[Source records]
*** Block opens ***

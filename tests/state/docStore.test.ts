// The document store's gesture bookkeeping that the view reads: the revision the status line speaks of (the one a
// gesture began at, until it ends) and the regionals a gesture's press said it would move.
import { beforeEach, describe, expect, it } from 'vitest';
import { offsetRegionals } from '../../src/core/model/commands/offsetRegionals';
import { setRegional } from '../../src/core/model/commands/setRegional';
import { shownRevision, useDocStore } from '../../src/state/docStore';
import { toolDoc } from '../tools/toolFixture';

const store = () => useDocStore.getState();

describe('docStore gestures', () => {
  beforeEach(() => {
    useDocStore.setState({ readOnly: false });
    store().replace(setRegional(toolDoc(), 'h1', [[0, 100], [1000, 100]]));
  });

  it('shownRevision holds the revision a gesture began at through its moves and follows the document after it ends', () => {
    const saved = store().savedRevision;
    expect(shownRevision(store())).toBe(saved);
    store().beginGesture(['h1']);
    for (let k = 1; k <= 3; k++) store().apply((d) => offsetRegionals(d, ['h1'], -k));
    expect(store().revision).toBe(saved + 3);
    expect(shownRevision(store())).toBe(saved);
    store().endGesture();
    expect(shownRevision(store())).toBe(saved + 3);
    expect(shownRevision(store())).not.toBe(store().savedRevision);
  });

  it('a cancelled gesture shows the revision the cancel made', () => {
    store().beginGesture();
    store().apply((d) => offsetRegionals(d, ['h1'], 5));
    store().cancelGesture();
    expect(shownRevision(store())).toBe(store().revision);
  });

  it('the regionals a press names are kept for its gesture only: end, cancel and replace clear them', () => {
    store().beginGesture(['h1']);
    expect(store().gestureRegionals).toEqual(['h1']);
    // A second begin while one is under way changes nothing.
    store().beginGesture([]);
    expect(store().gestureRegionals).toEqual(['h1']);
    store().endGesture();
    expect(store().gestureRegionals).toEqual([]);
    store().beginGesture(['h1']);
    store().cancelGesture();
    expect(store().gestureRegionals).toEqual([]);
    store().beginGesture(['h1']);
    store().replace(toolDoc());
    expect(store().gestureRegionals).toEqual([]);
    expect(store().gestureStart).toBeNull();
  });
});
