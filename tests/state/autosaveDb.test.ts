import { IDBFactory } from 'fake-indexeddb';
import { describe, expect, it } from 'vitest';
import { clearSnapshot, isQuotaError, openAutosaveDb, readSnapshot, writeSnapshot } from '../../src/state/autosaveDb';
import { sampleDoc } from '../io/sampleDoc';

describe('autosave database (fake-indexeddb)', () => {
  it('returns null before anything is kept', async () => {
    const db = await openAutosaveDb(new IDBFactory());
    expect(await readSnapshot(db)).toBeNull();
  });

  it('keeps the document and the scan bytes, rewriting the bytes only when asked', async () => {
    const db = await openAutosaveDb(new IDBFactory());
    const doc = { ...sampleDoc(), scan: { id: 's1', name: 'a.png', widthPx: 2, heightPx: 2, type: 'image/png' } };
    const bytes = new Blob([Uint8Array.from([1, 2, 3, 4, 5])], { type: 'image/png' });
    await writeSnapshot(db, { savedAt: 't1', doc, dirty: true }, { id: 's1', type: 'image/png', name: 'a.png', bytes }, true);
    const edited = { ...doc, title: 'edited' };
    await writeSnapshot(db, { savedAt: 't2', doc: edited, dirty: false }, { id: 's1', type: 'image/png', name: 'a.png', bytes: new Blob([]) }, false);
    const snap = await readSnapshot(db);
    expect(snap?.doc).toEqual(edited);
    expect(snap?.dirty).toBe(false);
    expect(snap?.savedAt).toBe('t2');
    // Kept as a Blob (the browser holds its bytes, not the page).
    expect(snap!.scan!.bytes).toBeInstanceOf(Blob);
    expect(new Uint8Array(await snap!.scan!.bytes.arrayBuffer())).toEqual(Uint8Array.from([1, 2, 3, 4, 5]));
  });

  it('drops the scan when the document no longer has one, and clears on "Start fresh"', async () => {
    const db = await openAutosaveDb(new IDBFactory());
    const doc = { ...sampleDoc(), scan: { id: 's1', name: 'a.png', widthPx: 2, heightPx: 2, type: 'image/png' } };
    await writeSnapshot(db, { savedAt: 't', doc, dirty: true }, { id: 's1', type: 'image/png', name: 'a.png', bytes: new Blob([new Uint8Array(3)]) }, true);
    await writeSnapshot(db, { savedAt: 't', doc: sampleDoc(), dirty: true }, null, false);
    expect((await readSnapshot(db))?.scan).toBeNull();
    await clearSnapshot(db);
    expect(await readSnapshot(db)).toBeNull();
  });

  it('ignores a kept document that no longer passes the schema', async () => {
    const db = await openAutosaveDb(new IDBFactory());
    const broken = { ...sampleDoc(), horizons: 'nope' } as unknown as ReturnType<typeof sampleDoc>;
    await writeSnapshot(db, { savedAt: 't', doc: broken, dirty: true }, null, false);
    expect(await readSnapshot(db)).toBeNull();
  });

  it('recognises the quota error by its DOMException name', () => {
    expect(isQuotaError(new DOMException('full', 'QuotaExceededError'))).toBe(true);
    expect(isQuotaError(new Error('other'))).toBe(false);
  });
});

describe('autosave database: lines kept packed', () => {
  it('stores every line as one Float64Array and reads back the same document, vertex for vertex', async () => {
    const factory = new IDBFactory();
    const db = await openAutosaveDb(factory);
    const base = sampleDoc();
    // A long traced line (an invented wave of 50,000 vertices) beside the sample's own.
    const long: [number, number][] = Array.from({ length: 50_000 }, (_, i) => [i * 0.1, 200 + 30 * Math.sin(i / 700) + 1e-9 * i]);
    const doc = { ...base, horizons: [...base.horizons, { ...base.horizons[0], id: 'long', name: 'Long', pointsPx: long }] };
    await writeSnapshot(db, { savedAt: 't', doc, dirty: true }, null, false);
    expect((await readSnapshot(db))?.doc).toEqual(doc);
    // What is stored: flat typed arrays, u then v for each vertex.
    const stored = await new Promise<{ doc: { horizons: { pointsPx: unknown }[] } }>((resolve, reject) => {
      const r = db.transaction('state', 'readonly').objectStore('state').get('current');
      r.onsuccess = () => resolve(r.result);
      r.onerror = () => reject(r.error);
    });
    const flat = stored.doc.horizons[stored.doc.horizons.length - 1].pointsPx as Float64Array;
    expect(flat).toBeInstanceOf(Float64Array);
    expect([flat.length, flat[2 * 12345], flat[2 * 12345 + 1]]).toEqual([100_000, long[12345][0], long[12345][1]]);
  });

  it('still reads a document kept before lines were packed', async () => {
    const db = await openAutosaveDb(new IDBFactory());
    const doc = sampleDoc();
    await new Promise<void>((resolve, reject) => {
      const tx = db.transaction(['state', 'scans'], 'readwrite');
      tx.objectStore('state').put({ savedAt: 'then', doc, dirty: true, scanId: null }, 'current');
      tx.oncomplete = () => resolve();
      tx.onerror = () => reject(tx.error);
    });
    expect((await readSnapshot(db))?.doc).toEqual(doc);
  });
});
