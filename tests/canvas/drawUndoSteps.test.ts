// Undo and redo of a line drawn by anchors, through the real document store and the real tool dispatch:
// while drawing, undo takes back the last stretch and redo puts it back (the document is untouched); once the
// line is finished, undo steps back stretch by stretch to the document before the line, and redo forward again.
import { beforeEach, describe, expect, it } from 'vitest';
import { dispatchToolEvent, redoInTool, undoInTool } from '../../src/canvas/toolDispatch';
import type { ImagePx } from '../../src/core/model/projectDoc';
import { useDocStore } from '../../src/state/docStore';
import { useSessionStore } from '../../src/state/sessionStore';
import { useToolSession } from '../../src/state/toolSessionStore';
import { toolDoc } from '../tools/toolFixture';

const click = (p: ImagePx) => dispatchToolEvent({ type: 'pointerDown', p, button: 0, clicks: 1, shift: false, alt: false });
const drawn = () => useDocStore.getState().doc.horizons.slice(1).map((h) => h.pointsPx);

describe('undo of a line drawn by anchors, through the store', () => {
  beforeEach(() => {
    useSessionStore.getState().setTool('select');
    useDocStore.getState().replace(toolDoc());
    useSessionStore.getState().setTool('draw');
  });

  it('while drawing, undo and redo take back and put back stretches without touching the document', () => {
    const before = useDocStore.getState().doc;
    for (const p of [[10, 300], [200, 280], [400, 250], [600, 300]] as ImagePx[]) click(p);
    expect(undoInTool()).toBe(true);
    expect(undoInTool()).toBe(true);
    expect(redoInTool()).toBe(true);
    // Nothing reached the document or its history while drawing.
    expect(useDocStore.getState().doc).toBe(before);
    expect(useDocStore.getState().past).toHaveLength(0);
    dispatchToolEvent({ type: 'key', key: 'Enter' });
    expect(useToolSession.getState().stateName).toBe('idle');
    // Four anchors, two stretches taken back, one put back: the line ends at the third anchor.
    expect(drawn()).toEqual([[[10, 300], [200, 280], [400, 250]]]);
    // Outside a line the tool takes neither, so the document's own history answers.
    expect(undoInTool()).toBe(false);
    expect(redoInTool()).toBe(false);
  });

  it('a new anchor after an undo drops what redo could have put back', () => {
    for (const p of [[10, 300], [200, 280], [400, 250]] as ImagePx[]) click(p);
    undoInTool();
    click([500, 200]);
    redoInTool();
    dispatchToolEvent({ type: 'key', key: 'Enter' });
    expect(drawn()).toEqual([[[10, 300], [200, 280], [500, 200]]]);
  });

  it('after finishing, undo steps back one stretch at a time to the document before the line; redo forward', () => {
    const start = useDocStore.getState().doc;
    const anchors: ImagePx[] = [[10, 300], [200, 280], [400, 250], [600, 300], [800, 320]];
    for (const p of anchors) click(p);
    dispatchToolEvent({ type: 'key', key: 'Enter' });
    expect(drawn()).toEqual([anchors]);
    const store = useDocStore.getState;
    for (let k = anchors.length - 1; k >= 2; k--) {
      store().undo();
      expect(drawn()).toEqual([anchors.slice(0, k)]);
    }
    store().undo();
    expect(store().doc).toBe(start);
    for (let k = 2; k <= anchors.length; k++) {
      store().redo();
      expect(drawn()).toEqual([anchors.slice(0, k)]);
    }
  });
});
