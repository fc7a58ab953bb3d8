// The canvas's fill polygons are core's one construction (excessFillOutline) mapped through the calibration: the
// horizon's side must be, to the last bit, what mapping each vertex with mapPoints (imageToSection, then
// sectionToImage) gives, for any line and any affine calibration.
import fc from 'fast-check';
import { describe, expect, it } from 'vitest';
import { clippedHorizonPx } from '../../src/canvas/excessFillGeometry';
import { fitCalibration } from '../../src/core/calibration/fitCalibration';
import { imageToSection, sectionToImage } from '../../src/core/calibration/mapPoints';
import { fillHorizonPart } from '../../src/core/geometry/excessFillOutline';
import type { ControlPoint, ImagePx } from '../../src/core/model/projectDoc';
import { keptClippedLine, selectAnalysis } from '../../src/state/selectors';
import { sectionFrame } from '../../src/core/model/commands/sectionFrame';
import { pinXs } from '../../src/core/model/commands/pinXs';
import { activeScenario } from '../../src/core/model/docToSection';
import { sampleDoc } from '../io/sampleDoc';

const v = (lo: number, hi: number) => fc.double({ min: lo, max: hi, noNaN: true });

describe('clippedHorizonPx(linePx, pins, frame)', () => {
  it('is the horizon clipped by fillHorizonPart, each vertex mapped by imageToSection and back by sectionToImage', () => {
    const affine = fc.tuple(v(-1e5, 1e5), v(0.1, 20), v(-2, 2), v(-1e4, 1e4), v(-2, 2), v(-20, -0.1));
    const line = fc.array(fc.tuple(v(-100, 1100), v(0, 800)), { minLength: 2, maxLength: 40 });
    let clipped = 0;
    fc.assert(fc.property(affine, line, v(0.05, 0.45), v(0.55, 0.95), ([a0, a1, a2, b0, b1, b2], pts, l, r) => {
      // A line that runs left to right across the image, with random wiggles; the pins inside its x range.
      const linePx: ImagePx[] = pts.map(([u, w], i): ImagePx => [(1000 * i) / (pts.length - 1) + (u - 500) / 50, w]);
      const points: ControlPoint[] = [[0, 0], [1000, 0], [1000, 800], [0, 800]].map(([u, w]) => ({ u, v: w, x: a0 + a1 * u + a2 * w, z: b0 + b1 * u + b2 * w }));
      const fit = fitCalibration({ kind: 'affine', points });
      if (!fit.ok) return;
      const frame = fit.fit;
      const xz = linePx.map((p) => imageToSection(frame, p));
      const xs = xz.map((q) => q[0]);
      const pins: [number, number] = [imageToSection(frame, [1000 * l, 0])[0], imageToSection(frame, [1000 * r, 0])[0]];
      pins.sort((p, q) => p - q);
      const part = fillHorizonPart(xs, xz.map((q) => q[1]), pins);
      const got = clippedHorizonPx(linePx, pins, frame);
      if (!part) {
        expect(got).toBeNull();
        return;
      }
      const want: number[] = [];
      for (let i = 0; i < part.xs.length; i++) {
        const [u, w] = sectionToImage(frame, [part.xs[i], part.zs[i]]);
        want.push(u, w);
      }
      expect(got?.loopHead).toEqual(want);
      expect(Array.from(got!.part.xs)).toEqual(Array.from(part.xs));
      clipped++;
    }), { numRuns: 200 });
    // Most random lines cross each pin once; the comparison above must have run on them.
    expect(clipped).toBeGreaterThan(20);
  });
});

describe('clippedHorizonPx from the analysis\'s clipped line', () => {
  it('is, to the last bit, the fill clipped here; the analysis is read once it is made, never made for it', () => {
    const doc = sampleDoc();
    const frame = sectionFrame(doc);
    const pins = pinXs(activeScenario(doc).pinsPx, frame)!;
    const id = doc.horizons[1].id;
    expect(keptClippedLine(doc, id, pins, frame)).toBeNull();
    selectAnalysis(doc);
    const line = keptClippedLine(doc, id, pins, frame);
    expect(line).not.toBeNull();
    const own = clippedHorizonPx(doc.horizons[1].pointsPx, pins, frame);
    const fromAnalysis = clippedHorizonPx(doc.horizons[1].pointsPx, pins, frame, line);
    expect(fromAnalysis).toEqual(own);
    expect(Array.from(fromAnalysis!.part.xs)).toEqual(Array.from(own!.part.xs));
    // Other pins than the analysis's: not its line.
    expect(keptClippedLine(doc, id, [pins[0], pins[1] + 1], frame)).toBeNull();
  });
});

*** Block closes ***

All lines above from the line with "if (!fit.ok) return;" through the line with "const id = doc.horizons[1].id;", both included, are to be set down exactly, with nothing else.

      if (!fit.ok) return;
      const frame = fit.fit;
      const xz = linePx.map((p) => imageToSection(frame, p));
      const xs = xz.map((q) => q[0]);
      const pins: [number, number] = [imageToSection(frame, [1000 * l, 0])[0], imageToSection(frame, [1000 * r, 0])[0]];
      pins.sort((p, q) => p - q);
      const part = fillHorizonPart(xs, xz.map((q) => q[1]), pins);
      const got = clippedHorizonPx(linePx, pins, frame);
      if (!part) {
        expect(got).toBeNull();
        return;
      }
      const want: number[] = [];
      for (let i = 0; i < part.xs.length; i++) {
        const [u, w] = sectionToImage(frame, [part.xs[i], part.zs[i]]);
        want.push(u, w);
      }
      expect(got?.loopHead).toEqual(want);
      expect(Array.from(got!.part.xs)).toEqual(Array.from(part.xs));
      clipped++;
    }), { numRuns: 200 });
    // Most random lines cross each pin once; the comparison above must have run on them.
    expect(clipped).toBeGreaterThan(20);
  });
});

describe('clippedHorizonPx from the analysis\'s clipped line', () => {
  it('is, to the last bit, the fill clipped here; the analysis is read once it is made, never made for it', () => {
    const doc = sampleDoc();
    const frame = sectionFrame(doc);
    const pins = pinXs(activeScenario(doc).pinsPx, frame)!;
    const id = doc.horizons[1].id;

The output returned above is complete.